### [Dataset items]
=== Begin Enclosure ===
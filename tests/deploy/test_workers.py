"""gunicorn workers under deploy/gunicorn.conf.py: how they start and how they leave.

A worker that leaves cleanly (recycled after max_requests, or the server stopping) ends at
once from the ``worker_exit`` hook instead of through Python's shutdown; these tests hold
that to what must not change: every log line and every count of the leaving worker stays,
the exit is clean, and a worker that cannot boot still stops the server with an error.
The master imports the service's modules before forking, but not prometheus_client, whose
multiprocess mode depends on the metrics directory on_starting sets up.
"""

from __future__ import annotations

import json
import os
import runpy
import subprocess
import sys
from collections import Counter
from pathlib import Path
from types import SimpleNamespace
from typing import Any

import pytest
import requests
from prometheus_client.parser import text_string_to_metric_families
from servers import (
    CONFIG,
    DATA_DIR_ENV,
    GOOD,
    GOOD_OBJECTIVE,
    ROOT,
    Gunicorn,
    gunicorn,
    shell_setting,
    wait_for,
)

from service.settings import SETTINGS

#: Requests through a server whose workers are recycled every few requests.
RECYCLE_AFTER = 4
REQUESTS = 6 * RECYCLE_AFTER
#: Bound on a server that cannot boot its workers to give up.
GIVE_UP_SECONDS = 60.0


@pytest.fixture(autouse=True)
def clean_env(monkeypatch: pytest.MonkeyPatch) -> None:
    # gunicorn.conf.py reads CERTIMATCH_* from the environment; a shell's would leak in.
    for s in SETTINGS:
        if s.env != DATA_DIR_ENV:                # the session's temporary store
            monkeypatch.delenv(s.env, raising=False)


def _server_env(tmp_path: Path) -> dict[str, str]:
    env = {k: v for k, v in os.environ.items()
           if not shell_setting(k) and k != "PROMETHEUS_MULTIPROC_DIR"}
    runtime = tmp_path / "runtime"
    runtime.mkdir(exist_ok=True)
    env["XDG_RUNTIME_DIR"] = str(runtime)      # gunicorn's control socket: one per server
    return env


# --- the worker_exit hook -------------------------------------------------------------------


@pytest.fixture
def worker_exit(monkeypatch: pytest.MonkeyPatch) -> Any:
    """The hook, with os._exit and logging.shutdown recorded instead of done."""
    conf = runpy.run_path(str(CONFIG))
    calls: list[Any] = []
    monkeypatch.setattr(os, "_exit", lambda code: calls.append(("_exit", code)))
    monkeypatch.setattr("logging.shutdown", lambda: calls.append(("shutdown",)))
    hook = conf["worker_exit"]

    def leave(leaving: BaseException | None, pid: int | None = None) -> list[Any]:
        """Call the hook as gunicorn does: from a finally block, ``leaving`` in flight."""
        worker = SimpleNamespace(pid=os.getpid() if pid is None else pid)
        try:
            try:
                if leaving is not None:
                    raise leaving
            finally:
                hook(None, worker)
        except (SystemExit, OSError):
            pass
        return calls

    return leave


@pytest.mark.parametrize("code", [0, None])
def test_a_clean_exit_ends_the_worker_at_once_after_flushing(worker_exit, code):
    assert worker_exit(SystemExit(code)) == [("shutdown",), ("_exit", 0)]


@pytest.mark.parametrize("leaving", [
    SystemExit(3),       # gunicorn's WORKER_BOOT_ERROR: the master must see it
    SystemExit(4),       # APP_LOAD_ERROR
    SystemExit(-1),      # an unexpected error in the worker
    None,                # nothing in flight
])
def test_any_other_ending_keeps_gunicorns_own_path(worker_exit, leaving):
    assert worker_exit(leaving) == []


def test_in_the_master_the_hook_does_nothing(worker_exit):
    # The master calls worker_exit for a worker it finds already gone (while handling the
    # OSError of os.kill); even a SystemExit in flight there is the master's own.
    other = os.getppid()
    assert worker_exit(SystemExit(0), pid=other) == []
    assert worker_exit(ProcessLookupError(), pid=other) == []


# --- what the master imports ------------------------------------------------------------------


def test_the_master_loads_the_app_modules_and_prometheus_only_once_its_dir_is_set(tmp_path):
    code = (
        "import runpy, sys\n"
        "from types import SimpleNamespace\n"
        "conf = runpy.run_path(sys.argv[1])\n"
        "print('service.app' in sys.modules, 'prometheus_client' in sys.modules)\n"
        "conf['on_starting'](SimpleNamespace(cfg=SimpleNamespace(bind=['127.0.0.1:8080'])))\n"
        "from service.http.observe import multiprocess_mode\n"
        "print('prometheus_client' in sys.modules, multiprocess_mode())\n"
        "conf['on_exit'](None)\n"
    )
    done = subprocess.run([sys.executable, "-c", code, str(CONFIG)], cwd=ROOT,
                          env=_server_env(tmp_path), capture_output=True, text=True,
                          timeout=120, check=False)
    assert done.returncode == 0, done.stderr
    # After loading the file: the app's modules, no metrics library. After on_starting:
    # the library, in the multiprocess mode that adds the workers' counts up.
    assert done.stdout.split() == ["True", "False", "True", "True"]


# --- a real gunicorn --------------------------------------------------------------------------


def _records(output: str) -> list[dict[str, Any]]:
    return [json.loads(line) for line in output.splitlines() if line.strip()]


def test_recycled_workers_keep_every_log_line_and_count(tmp_path):
    metrics = tmp_path / "metrics"
    metrics.mkdir()
    env = {"PROMETHEUS_MULTIPROC_DIR": str(metrics),
           "GUNICORN_CMD_ARGS": f"--max-requests {RECYCLE_AFTER} --max-requests-jitter 1"}
    with gunicorn(tmp_path, workers=2, env=env) as server:
        with requests.Session() as session:
            for i in range(REQUESTS):
                r = session.post(server.base + "/v1/solve", json=GOOD, timeout=30,
                                 headers={"X-Request-ID": f"recycle-{i}"})
                assert r.status_code == 200, r.text
                assert r.json()["objective"] == GOOD_OBJECTIVE
        # Recycling is asynchronous: wait until the master has replaced some workers.
        wait_for("workers recycled", lambda: server.output().count("Worker exiting") >= 2,
                 30.0, server.output)
        text = requests.get(server.base + "/metrics", timeout=10).text
        families = {f.name: f for f in text_string_to_metric_families(text)}
        solves = sum(s.value for s in families["certimatch_solves"].samples
                     if s.name == "certimatch_solves_total")
        assert server.stop() == 0
    records = _records(server.output())
    # Every solve of every worker, those that left included, is counted and logged once.
    assert solves == REQUESTS
    ids = Counter(r["request_id"] for r in records
                  if r.get("message") == "request" and r.get("path") == "/v1/solve")
    assert ids == Counter(f"recycle-{i}" for i in range(REQUESTS))
    # The workers left cleanly: the master reports no worker exiting with an error code.
    messages = [r["message"] for r in records]
    assert sum("Autorestarting worker" in m for m in messages) >= 2
    assert not [m for m in messages if "exited with code" in m or "was sent" in m]


def test_a_worker_that_cannot_boot_still_stops_the_server(tmp_path):
    # The worker leaves with gunicorn's APP_LOAD_ERROR; were it to end with 0, the master
    # would take it for a recycle and start new workers for ever instead of stopping.
    server = Gunicorn(tmp_path, workers=1, app="service.no_such_module:create_app()").launch()
    code = server.wait_exit(GIVE_UP_SECONDS)
    output = server.output()
    server.stop()
    assert code != 0
    assert "no_such_module" in output
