@pytest.mark.parametrize(("env", "value", "message"), [
    ("CERTIMATCH_WORKERS", "0", "CERTIMATCH_WORKERS must be a whole number of at least 1 or "
                                "auto, got '0'"),
    ("CERTIMATCH_BIND", "8080", "CERTIMATCH_BIND must be HOST:PORT"),
    ("CERTIMATCH_BIND", "0.0.0.0:70000", "CERTIMATCH_BIND must be HOST:PORT"),
    ("CERTIMATCH_ACCESS_LOG", "yes", "CERTIMATCH_ACCESS_LOG must be true or false, got 'yes'"),
    ("CERTIMATCH_LOG_LEVEL", "loud", "CERTIMATCH_LOG_LEVEL must be one of debug, info, "
                                     "warning, error, got 'loud'"),
    # An app setting is checked in the master too, before any worker imports the app.
    ("CERTIMATCH_MAX_ARCS", "lots", "CERTIMATCH_MAX_ARCS must be a whole number, got 'lots'"),
])
def test_conf_stops_on_a_bad_setting_naming_it(monkeypatch, env, value, message):
    with pytest.raises(SystemExit) as info:
        load_conf(monkeypatch, {env: value})
    assert str(info.value).startswith(f"certimatch: {message}")


def test_workers_auto_means_usable_cores(monkeypatch):
    conf = load_conf(monkeypatch, {"CERTIMATCH_WORKERS": "auto"})
    assert conf["workers"] == conf["usable_cores"]()


@pytest.mark.parametrize(("files", "expected"), [
    ({"cpu.max": "150000 100000\n"}, 2),          # cgroup v2, 1.5 CPUs: round up
    ({"cpu.max": "100000 100000\n"}, 1),
    ({"cpu.max": "max 100000\n"}, None),           # no limit: affinity decides
    ({"cpu/cpu.cfs_quota_us": "300000\n", "cpu/cpu.cfs_period_us": "100000\n"}, 3),  # v1
    ({"cpu/cpu.cfs_quota_us": "-1\n", "cpu/cpu.cfs_period_us": "100000\n"}, None),
    ({}, None),
])
def test_usable_cores_follows_the_cgroup_cpu_limit(monkeypatch, tmp_path, files, expected):
    conf = load_conf(monkeypatch)
    for name, text in files.items():
        (tmp_path / name).parent.mkdir(parents=True, exist_ok=True)
        (tmp_path / name).write_text(text)
    # Pretend the process may run on many cores, so that the limit is what shows.
    monkeypatch.setattr("os.sched_getaffinity", lambda pid: set(range(64)))
    assert conf["usable_cores"](tmp_path) == (64 if expected is None else expected)


def test_child_exit_marks_the_worker_dead(monkeypatch):
    import prometheus_client.multiprocess

    seen: list[int] = []
    monkeypatch.setattr(prometheus_client.multiprocess, "mark_process_dead",
                        lambda pid, path=None: seen.append(pid))
    load_conf(monkeypatch)["child_exit"](None, SimpleNamespace(pid=4321))
    assert seen == [4321]


@pytest.fixture
def no_logging_setup(monkeypatch: pytest.MonkeyPatch) -> list[str]:
    # on_starting configures the process's logging; in the test process that would take
    # the service's loggers away from pytest's capture, so the call is only recorded.
    levels: list[str] = []
    monkeypatch.setattr(service.http.observe, "configure_logging",
                        lambda level="info", stream=None: levels.append(level))
    return levels


#: What on_starting reads of gunicorn's arbiter: the final bind list.
LOOPBACK_SERVER = SimpleNamespace(cfg=SimpleNamespace(bind=["127.0.0.1:8080"]))


def test_on_starting_empties_a_given_metrics_dir(monkeypatch, tmp_path, no_logging_setup):
    for name in ("counter_11.db", "histogram_11.db", "gauge_all_11.db", "notes.txt"):
        (tmp_path / name).write_text("x")
    conf = load_conf(monkeypatch, {"PROMETHEUS_MULTIPROC_DIR": str(tmp_path),
                                   "CERTIMATCH_LOG_LEVEL": "error"})
    conf["on_starting"](LOOPBACK_SERVER)
    # Counts of a previous run must not be added to this run's; other files stay.
    assert sorted(p.name for p in tmp_path.iterdir()) == ["notes.txt"]
    assert no_logging_setup == ["error"]
    conf["on_exit"](None)
    assert tmp_path.is_dir(), "a directory given by the operator is never removed"


def test_on_starting_creates_a_metrics_dir_and_on_exit_removes_it(monkeypatch,
                                                                 no_logging_setup):
    conf = load_conf(monkeypatch)
    conf["on_starting"](LOOPBACK_SERVER)
    made = Path(os.environ["PROMETHEUS_MULTIPROC_DIR"])
    try:
        assert made.is_dir()
    finally:
        conf["on_exit"](None)
    assert not made.exists()


# --- Kubernetes manifests -----------------------------------------------------------------


def _documents() -> Iterator[tuple[str, dict[str, Any]]]:
    for path in sorted(K8S.glob("*.yaml")):
        for doc in yaml.safe_load_all(path.read_text(encoding="utf-8")):
            if doc is not None:
                yield path.name, doc


DOCS = list(_documents())


def _one(kind: str) -> dict[str, Any]:
    found = [doc for _, doc in DOCS if doc.get("kind") == kind]
    assert len(found) == 1, f"expected one {kind}, found {len(found)}"
    return found[0]


def _container() -> dict[str, Any]:
    containers = _one("Deployment")["spec"]["template"]["spec"]["containers"]
    assert len(containers) == 1
    container: dict[str, Any] = containers[0]
    return container


def _config_data() -> dict[str, str]:
    data: dict[str, str] = _one("ConfigMap")["data"]
    return data


def _pod_labels() -> dict[str, str]:
    labels: dict[str, str] = _one("Deployment")["spec"]["template"]["metadata"]["labels"]
    return labels


def _named_port(name: str) -> int:
    ports = {p["name"]: p["containerPort"] for p in _container()["ports"]}
    return int(ports[name])


def _port_of(ref: int | str) -> int:
    return _named_port(ref) if isinstance(ref, str) else int(ref)


def test_every_manifest_is_a_kubernetes_object():
    kinds = sorted(doc["kind"] for _, doc in DOCS)
    assert kinds == sorted(["ConfigMap", "Deployment", "HorizontalPodAutoscaler",
                            "Kustomization", "PodDisruptionBudget", "Secret", "Service"])
    for name, doc in DOCS:
        assert doc.get("apiVersion"), name
        assert doc.get("kind") == "Kustomization" or doc["metadata"].get("name"), name


def test_kustomization_lists_every_manifest():
    listed = _one("Kustomization")["resources"]
    on_disk = sorted(p.name for p in K8S.glob("*.yaml") if p.name != "kustomization.yaml")
    assert sorted(listed) == on_disk


@pytest.mark.parametrize(("probe", "route"), [("readinessProbe", "/readyz"),
                                              ("livenessProbe", "/healthz"),
                                              ("startupProbe", "/healthz")])
def test_probes_ask_real_routes_on_the_served_port(probe, route):
    get = _container()[probe]["httpGet"]
    assert get["path"] == route
    assert "GET" in routes()[get["path"]], f"{probe}: no GET {get['path']} in the app"
    assert _port_of(get["port"]) == _served_port()


def _served_port() -> int:
    """The port gunicorn binds with the ConfigMap's environment (the pod's)."""
    bind = load_server_settings(_config_data()).bind
    port = bind_port(bind)
    assert port is not None, f"the pod binds {bind}, not a TCP port"
    return port


def test_container_port_is_the_port_gunicorn_binds(monkeypatch):
    conf = load_conf(monkeypatch, _config_data())
    assert bind_port(conf["bind"]) == _named_port("http") == _served_port()
    # Bound to every interface inside the pod, or the kubelet and the Service cannot reach it.
    assert conf["bind"].startswith("0.0.0.0:")


def test_liveness_outlasts_a_long_solve():
    # Sync workers answer /healthz only between solves; killing a pod whose workers are all
    # busy would cut the solves short, so liveness must tolerate more than the worker timeout
    # (after which gunicorn itself replaces a stuck worker).
    live = _container()["livenessProbe"]
    tolerated = live["periodSeconds"] * live["failureThreshold"]
    assert tolerated > load_server_settings(_config_data()).worker_timeout


def test_pods_run_as_a_non_root_user():
    pod = _one("Deployment")["spec"]["template"]["spec"]
    context = pod["securityContext"]
    assert context["runAsNonRoot"] is True
    assert isinstance(context["runAsUser"], int) and context["runAsUser"] > 0
    assert context["runAsUser"] == _image_uid(), "not the image's user"
    container = _container()["securityContext"]
    assert container["allowPrivilegeEscalation"] is False
    assert container.get("runAsUser", context["runAsUser"]) > 0


def _quantity(text: str | int) -> float:
    """A Kubernetes resource quantity as a number (cores or bytes)."""
    units = {"m": 1e-3, "Ki": 2**10, "Mi": 2**20, "Gi": 2**30, "Ti": 2**40,
             "k": 1e3, "M": 1e6, "G": 1e9}
    match = re.fullmatch(r"([0-9.]+)([A-Za-z]*)", str(text))
    assert match, f"not a quantity: {text!r}"
    return float(match.group(1)) * units.get(match.group(2), 1)


def test_resources_have_requests_and_limits():
    resources = _container()["resources"]
    for kind in ("cpu", "memory"):
        request, limit = resources["requests"][kind], resources["limits"][kind]
        assert 0 < _quantity(request) <= _quantity(limit), kind


def test_workers_fit_the_cpu_limit():
    workers = load_server_settings(_config_data()).workers
    limit = math.ceil(_quantity(_container()["resources"]["limits"]["cpu"]))
    assert workers is None or workers <= limit


def test_graceful_stop_fits_the_termination_grace_period():
    pod = _one("Deployment")["spec"]["template"]["spec"]
    pre_stop = _container()["lifecycle"]["preStop"]["exec"]["command"]
    assert pre_stop[0] == "sleep"
    graceful = load_server_settings(_config_data()).graceful_timeout
    assert pod["terminationGracePeriodSeconds"] > int(pre_stop[1]) + graceful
=== End Enclosure ===
### [Task goal]
When a line in the records above contains the word "calls", copy it.

### [Answer]
    calls: list[Any] = []
    monkeypatch.setattr(os, "_exit", lambda code: calls.append(("_exit", code)))
    monkeypatch.setattr("logging.shutdown", lambda: calls.append(("shutdown",)))
        return calls
    # The master calls worker_exit for a worker it finds already gone (while handling the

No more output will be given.